Are policy holders cash cows?
Thinking of insurance this way, it’s quite easy to understand that the policy holders may be in a disadvantaged position. It’s a thought-provoking concept, mostly because these are large companies we’re talking about. However, this isn’t true in most cases. Insurance providers are businesses too, no matter how you perceive them. The companies have maintenance cost and various other expenses. The workers need to be compensated and the administrators and stockholders get their share.
At the end of the day, it’s still a company and has to make profit. That doesn’t mean that you, being the policy holder, are being ripped off. There is a need for the insurance, and the company simply fulfills that need, in a way that is common to all businesses: profiteering. It doesn’t mean it’s bad.
You can try to avoid risks as much as possible. Sometimes though, the risks can catch you off guard. You might be looking the other way when the hurricane came and tore your building in half. Not that you could’ve done anything about it. This is an example where the conditions of the insurance policy are met : something that can’t be helped. Something you didn’t cause, but caused you damage, nonetheless. A fire, theft, or earthquake can also qualify you for an insurance claim, depending on your policy.

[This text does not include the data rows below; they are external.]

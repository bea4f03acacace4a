"""An interval holds exactly what its frames were."""

import statistics
from itertools import pairwise

import pytest
from hypothesis import given
from hypothesis import strategies as st

from motekeep.instant import Instant
from motekeep.measure.interval import Accumulator, Cadence, channel, frame_climate
from motekeep.wire.frame import Frame, Layout

LAYOUT = Layout("test", ("pm2_5",), 1.0, 1000.0, (0.3, 0.5), 65535.0)
OTHER = Layout("other", ("pm2_5",), 1.0, 1000.0)
START = Instant(1_000_000.0, 500.0, "boot", trusted=True)


def frame(mass: float = 5.0, counts: tuple[float, ...] = (100.0, 10.0), layout: Layout = LAYOUT) -> Frame:
    return Frame(layout, (mass,), counts, b"")


@given(st.lists(st.floats(0, 1e5), min_size=2, max_size=80))
def test_statistics_agree_with_the_standard_library(values: list[float]) -> None:
    got = channel(values)
    assert got.n == len(values)
    assert got.mean == pytest.approx(statistics.fmean(values), rel=1e-9, abs=1e-9)
    assert got.sd == pytest.approx(statistics.stdev(values), rel=1e-6, abs=1e-4)
    assert (got.low, got.high) == (min(values), max(values))
    steps = [(b - a) ** 2 for a, b in pairwise(values)]
    assert got.step == pytest.approx(sum(steps) / len(steps) / 2, rel=1e-5, abs=1e-3)


def test_a_ramp_has_little_step_variance_and_a_high_lag() -> None:
    ramp = channel([float(i) for i in range(60)])
    assert ramp.step == pytest.approx(0.5)
    assert ramp.sd**2 > 300
    assert ramp.lag1 > 0.9
    assert ramp.standard_error > ramp.sd / 60**0.5 * 4


def test_censored_counts_are_counted_and_never_averaged() -> None:
    got = channel([100.0, 65535.0, 200.0], top=65535.0)
    assert (got.n, got.mean, got.high, got.censored) == (2, 150.0, 200.0, 1)
    assert channel([65535.0], top=65535.0).n == 0


def test_frames_of_another_layout_are_bad_not_averaged() -> None:
    accumulator = Accumulator()
    accumulator.add(frame(5.0))
    accumulator.add(frame(50.0, (), OTHER))
    interval = accumulator.close("north", START, 60.0, climate=None)
    assert interval.frames.good == 1
    assert interval.frames.bad == 1
    assert interval.mass[0].mean == 5.0


def test_an_interval_without_frames_has_no_layout_and_no_numbers() -> None:
    interval = Accumulator().close("north", START, 60.0, climate=None)
    assert interval.layout is None
    assert interval.mass == interval.counts == ()
    assert interval.completeness == 0.0


def test_climate_of_frames_is_the_mean_of_those_that_carry_it() -> None:
    frames = [
        Frame(LAYOUT, (1.0,), (), b"", rh_pct=40.0, temperature_c=10.0),
        Frame(LAYOUT, (1.0,), (), b"", rh_pct=60.0, temperature_c=20.0),
        frame(),
    ]
    climate = frame_climate(frames)
    assert climate is not None
    assert (climate.rh_pct, climate.temperature_c, climate.source) == (50.0, 15.0, "frame")
    assert frame_climate([frame()]) is None


def test_every_missed_slot_is_counted_once() -> None:
    cadence = Cadence(1.0, 0.0)
    missing = sum(cadence.arrived(t) for t in (1.0, 2.0, 6.0, 7.0))
    assert missing == 3
    assert cadence.due(7.9) == 0


def test_a_gap_over_a_border_is_split_without_a_double_count() -> None:
    cadence = Cadence(1.0, 0.0)
    before = cadence.due(10.0)
    after = cadence.arrived(20.0)
    assert before == 9
    assert before + after == 19


@given(
    st.lists(st.booleans(), min_size=1, max_size=200),
    st.floats(0.2, 60.0),
    st.lists(st.floats(-0.2, 0.2), min_size=200, max_size=200),
    st.sets(st.integers(1, 199)),
)
def test_came_and_missing_add_up_to_due_under_jitter_and_any_borders(
    came: list[bool], period: float, jitter: list[float], borders: set[int]
) -> None:
    cadence = Cadence(period, 0.0)
    missing = arrivals = 0
    for slot, (here, shift) in enumerate(zip(came, jitter, strict=False), 1):
        if slot in borders:
            missing += cadence.due((slot - 0.45) * period)
        if here:
            missing += cadence.arrived((slot + shift) * period)
            arrivals += 1
    end = (len(came) + 0.9) * period
    missing += cadence.due(end)
    assert missing + arrivals == pytest.approx(len(came), abs=0)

The items of value covered will most likely be the life of the person, the property, the vehicle, and the items of value inside the residence. The coverage will depend on the type of insurance the policy holder has. For example, term life insurance won’t apply for car theft, unless both insurances are explicitly defined in the fine print of your policy. The combination of two or more insurance types often results to a custom policy. Premium and custom policies will be more expensive, but will cover much more than regular insurance. Be sure to decide wisely when looking for an insurance policy.